Books that Shaped America

The Interior of the Library of Congress

This week’s post is a guest post by Steve Devlin, a recovery coach from Philadelphia PA.

Recently,  I was in Washington, D.C. for two days. It was a gorgeous day with temperatures almost getting to 60 degrees and the sun shining brightly. A perfect day to walk and see the sights. I have been blessed to visit Washington many times so finding new museums or monuments to visit is not easy. I have walked along the National Mall and visited every sight from the Lincoln Memorial to the U.S. Capital. I have walked around Arlington National Cemetery and The White House. I was determined to go someplace new on this visit.

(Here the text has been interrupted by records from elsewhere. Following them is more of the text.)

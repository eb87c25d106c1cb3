//! Excess.
use super::*;
use crate::spatial::curves::Setting;
use crate::spatial::ends::{Ends, ordered};
use crate::spatial::rendezvous::flights;
use orbits::{ephemeris::Traveller, planets::Planet, units};

fn with_date<R>(planet: Planet, ac: f64, date: f64, then: impl FnOnce(&Setting, &Conditions<'_>) -> R) -> R {
    let (earth, body) = (Traveller::Planet(Planet::Earth), Traveller::Planet(planet));
    let ends = Ends::new(earth.elements(date), body.elements(date));
    let setting = Setting { ends, lightness: units::lightness(ac), tolerance: 1e-9 };
    let from = |x: f64| Some(ordered(&earth.state(date + units::days(x)).ok()?));
    let to = |x: f64| Some(ordered(&body.state(date + units::days(x)).ok()?));
    let conditions = Conditions {
        lightness: setting.lightness,
        from: &from,
        to: &to,
        target_axis: ends.to.semi_major_axis,
    };
    then(&setting, &conditions)
}

#[test]
fn explore() {
    for (jd, w, wa, expected) in
        [(2462502.5, 0.0, 1.0, 616.6999581), (2462502.5, 2.0, 0.0, 646.2790414), (2462502.5, 2.0, 2.0, 0.0)]
    {
        with_date(Planet::Mars, 1.0, jd - 2451545.0, |setting, conditions| {
            let plain = flights(setting, conditions);
            let t = std::time::Instant::now();
            let allowance =
                Allowance { departure: units::canonical_speed(w), arrival: units::canonical_speed(wa) };
            let n = plain.len();
            for p in &plain {
                println!("plain {:.5}", units::days(p.flight.time));
            }
            let f = granted(Kind::Meeting, conditions, &allowance, plain);
            println!("{w} {wa} expected {expected} plain {n} {:.1} ms", t.elapsed().as_secs_f64() * 1e3);
            for x in f {
                println!(
                    "   {:.7} used {:.5} {:.5} {:?} {:?}",
                    units::days(x.flight.time),
                    units::km_per_s(x.excess.departure),
                    units::km_per_s(x.excess.arrival),
                    x.evidence.verdict(),
                    x.evidence
                );
            }
        });
    }
}

#[test]
fn survey() {
    for planet in [Planet::Mars, Planet::Venus, Planet::Mercury] {
        for ac in [0.5, 1.0, 2.0] {
            let cases = [(1.0, 0.0), (3.0, 0.0), (5.0, 0.0), (0.0, 2.0), (0.0, 5.0), (3.0, 3.0)];
            let mut n0 = 0;
            let mut n = [0; 6];
            let mut bad = [0; 6];
            let mut used = [0; 6];
            let mut slower = [0; 6];
            let mut nodate = [0; 6];
            let mut ms = [0.0; 6];
            for k in 0..12 {
                let syn = orbits::hohmann::synodic_d(
                    365.25,
                    Traveller::Planet(planet).elements(0.0).semi_major_axis.powf(1.5) * 365.25,
                )
                .unwrap();
                with_date(planet, ac, 9131.0 + syn * k as f64 / 12.0, |setting, conditions| {
                    let plain = flights(setting, conditions);
                    n0 += plain.len();
                    for (i, (w, wa)) in cases.into_iter().enumerate() {
                        let allowance = Allowance {
                            departure: units::canonical_speed(w),
                            arrival: units::canonical_speed(wa),
                        };
                        let t = std::time::Instant::now();
                        let f = granted(Kind::Meeting, conditions, &allowance, plain.clone());
                        ms[i] += t.elapsed().as_secs_f64() * 1e3;
                        let good: Vec<_> =
                            f.iter().filter(|x| x.evidence.verdict() == Verdict::Converged).collect();
                        bad[i] += f.len() - good.len();
                        n[i] += good.len();
                        if good.len() < plain.len() { println!("{planet:?} {ac} {k} {w} {wa}: plain {:?} found {:?}", plain.iter().map(|x| units::days(x.flight.time)).collect::<Vec<_>>(), f.iter().map(|x| (units::days(x.flight.time), x.evidence.hamiltonian_at_arrival, units::km_per_s(x.excess.departure))).collect::<Vec<_>>()); }
                        used[i] += good
                            .iter()
                            .filter(|x| {
                                x.excess.departure < 0.999 * allowance.departure
                                    || x.excess.arrival < 0.999 * allowance.arrival
                            })
                            .count();
                        if good.is_empty() {
                            nodate[i] += 1
                        } else if !plain.is_empty() && good[0].flight.time > plain[0].flight.time {
                            slower[i] += 1
                        }
                    }
                });
            }
            println!(
                "{planet:?} {ac}: plain {n0} kept {n:?} bad {bad:?} part {used:?} slower {slower:?} nodate {nodate:?} ms/branch {:?}",
                ms.map(|x| (x / n0 as f64).round())
            );
        }
    }
}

Out of all the places I have wandered I have never been to either the U.S. Supreme Court of the Library of Congress. So, off I went on my adventure on a lovely day in mid-December. My initial interest in going to the Library of Congress was to see an exhibit of the actual 6,487 books which Thomas Jefferson donated in 1815 to replace the original library which was destroyed in the War of 1812. It was very cool to his collection, but cooler still was an exhibit called Books That Shaped America. In 2012 the Library of Congress started a project that first identified 88 books by American authors. Then they opened it up to voting. The top 25 vote getters were designated as the books which had a profound impact on American life.

As you might expect these 25 books looked like the books you would read in high school or college. For me the real surprise was #10 on the list. Sitting right between two Nobel Prize winning authors was the A.A. Big Book. This 1939 first edition was described as “the famous 12-step program for stopping addiction has sold more than 30 million copies. Millions of men and women worldwide have turned to the program co-founded by Bill W and Dr. Bob to recover from alcoholism. The ‘Big Book’ as it is known spawned similar programs for other forms of addiction.”

My first reaction to seeing The Big Book was complete surprise. I almost yelled “That’s my book.” While other books on display broadened my education, and added pieces to my life, no other book as changed my life so profoundly. It was the source of hope when I was hopeless and provided a guide out of the darkness of my addiction. I should use the present tense here. This book is a part of my daily life. When I feel confused about choices, I remember my 4th step. When I wonder if I need to apologize for a harmful word or act, I know how to make amends. And when I wonder about the purpose of my life, I remember the 12th step.

A great novel is good to read, but in the end, it goes back on the shelf to collect dust. The Big Book is my guide to life. It is part of me and it is no wonder that I feel it is “my” book. The voices in it could be my own, because it was written by two people experiencing the horrors of addiction and the miracles of recovery, one day at a time, one step at a time, and one page at a time. It is my favorite book because it continues to shape my life.

May I ask you- How has The Big Book shaped your life?